Bid out the demo as if it were a proper tile installation. Then bid the install with adding a new layer of 1/2" ply with Ditra. :thumbup:

That's assuming the subfloor construction is within specs.


----------



## trptman (Mar 26, 2007)

seems to me about all you can do is give her a price based on the possibility you need to replace the subfloor. Until you start, you aren't going to know how they will come up (the joys of remodeling).

The other thing, and this depends on the physical situation you have, is maybe going over the existing tile with new subfloor etc. this will add thickness to the floor and may create some problems transitioning from room to room, but it might be an option. 

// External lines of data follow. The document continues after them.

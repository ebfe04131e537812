import type { Response } from 'express';
import { formatAgs4Problem } from '../../shared/ags4/check';
import { AGS4_MAX_BYTES, ags4ExportQuery, ags4ImportInput } from '../../shared/schemas/ags4';
import { idParams } from '../../shared/schemas/common';
import { EDITORS, STAFF } from '../auth/permissions';
import { loadLocation, loadProject } from '../auth/scope';
import { badRequest } from '../http/errors';
import { route } from '../http/route';
import { singleUpload } from '../http/uploads';
import { Ags4Refused, type Ags4Scope, ags4Export, ags4Import, locationScope, projectTestsScope, runScope } from '../services/ags4';

/** Sends the checked file (the notes of its stated choices are in its TRAN_REM). */
async function sendAgs4(res: Response, scope: Ags4Scope, query: Parameters<typeof ags4Export>[1]): Promise<void> {
  const file = await ags4Export(scope, query);
  // attachment() would set the type from the .ags extension (unknown): set it after.
  res.attachment(file.fileName).type('text/plain').send(file.text);
}

export const ags4Routes = [
  route({
    method: 'get',
    path: '/api/runs/:id/ags4',
    access: STAFF,
    summary: 'A run’s test as an AGS4 file (PLTG/PLTT, edition 4.1.1), checked before it is sent',
    params: idParams,
    query: ags4ExportQuery,
    handler: async ({ params, query, res }) => sendAgs4(res, await runScope(params.id), query),
  }),
  route({
    method: 'get',
    path: '/api/locations/:id/ags4',
    access: STAFF,
    summary: 'Every test of a location as one AGS4 file, checked before it is sent',
    params: idParams,
    query: ags4ExportQuery,
    handler: async ({ params, query, user, res }) => {
      await sendAgs4(res, await locationScope(await loadLocation(user!, params.id)), query);
    },
  }),
  route({
    method: 'get',
    path: '/api/projects/:id/ags4',
    access: STAFF,
    summary: 'Every test of a project as one AGS4 file, checked before it is sent',
    params: idParams,
    query: ags4ExportQuery,
    handler: async ({ params, query, user, res }) => {
      await sendAgs4(res, await projectTestsScope(await loadProject(user!, params.id)), query);
    },
  }),
  route({
    method: 'post',
    path: '/api/imports/ags4',
    access: EDITORS,
    summary: 'Import the plate loading tests (PLTG/PLTT) of an AGS4 file into a project, all or none',
    before: [singleUpload('file', AGS4_MAX_BYTES)],
    body: ags4ImportInput,
    handler: async ({ body, user, req, res }) => {
      const text = req.file ? req.file.buffer.toString('utf8') : body.content;
      if (text === undefined) throw badRequest('content: required (or upload a file in the field "file")', 'content');
      let project: Awaited<ReturnType<typeof loadProject>>;
      try {
        project = await loadProject(user!, body.projectId);
      } catch {
        throw badRequest('projectId: no such project', 'projectId');
      }
      try {
        return await ags4Import(user!, project, text, req.file ? req.file.originalname.slice(0, 200) : null);
      } catch (error) {
        if (!(error instanceof Ags4Refused)) throw error;
        const { problems, omitted, ignoredGroups } = error.outcome;
        const count = problems.length + omitted;
        res.status(400).json({
          error: {
            code: 'invalid_record',
            message: `${count === 1 ? 'One problem' : `${count} problems`} in the AGS4 file; first: ${formatAgs4Problem(problems[0])}`,
          },
          issues: problems,
          omitted,
          ignoredGroups,
        });
      }
    },
  }),
];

or you rip the old tile up and if it damages the subfloor too much, you just put another fresh layer of subfloor.

there's several ways to approach it-but it all depends. you are there and we aren't.

if the thickness of the floor is critical and you can't layer anything more on there-then just price it as if you need to replace the subfloor. Or make sure she understands that once you start your price will jump from x to x+y if the tile don't come up leaving the floor intact etc.

I'm not a full time tile installer and maybe someone else can help a bit more, but I don't see much other option. unless (and I've never done this so I'm of limited help on the details) you want to tile directly over the existing. I'm just not sure what you would need to do to prep the old tile surface and then you have the underlying issue of the original layer may or may not be adhered correctly since the HO did it. You would need to adjust the warranty on your work to account for that.

hope that helps at least a little


----------



## finaltouchfloor (Jul 26, 2009)

Just do what trtpman said.

But remember, the smaller the job , the higher the price per sq ft. So if its just an 5 x 10 ft entryway jack the price up.


----------



## angus242 (Oct 20, 2007)

I would NOT consider installing new tile over tile that has been installed with flooring adhesive. You're asking for trouble there. Ask yourself if you're willing to trust the original install to place yours over. One problem with the tile glued directly to a subfloor and your install is screwed. Now it's _your _problem. :whistling


----------



## BHR (Jan 7, 2009)

I think the pig of the thing would be trying to get the tile off clean - Likely there will be a million little chards stuck to the subfloor. I would go with the suggestions here about pricing. Hope for the best, but surely expect the worst.


----------



## Double-A (Jul 3, 2006)

I've run into this twice and both times we had to replace the subfloor. 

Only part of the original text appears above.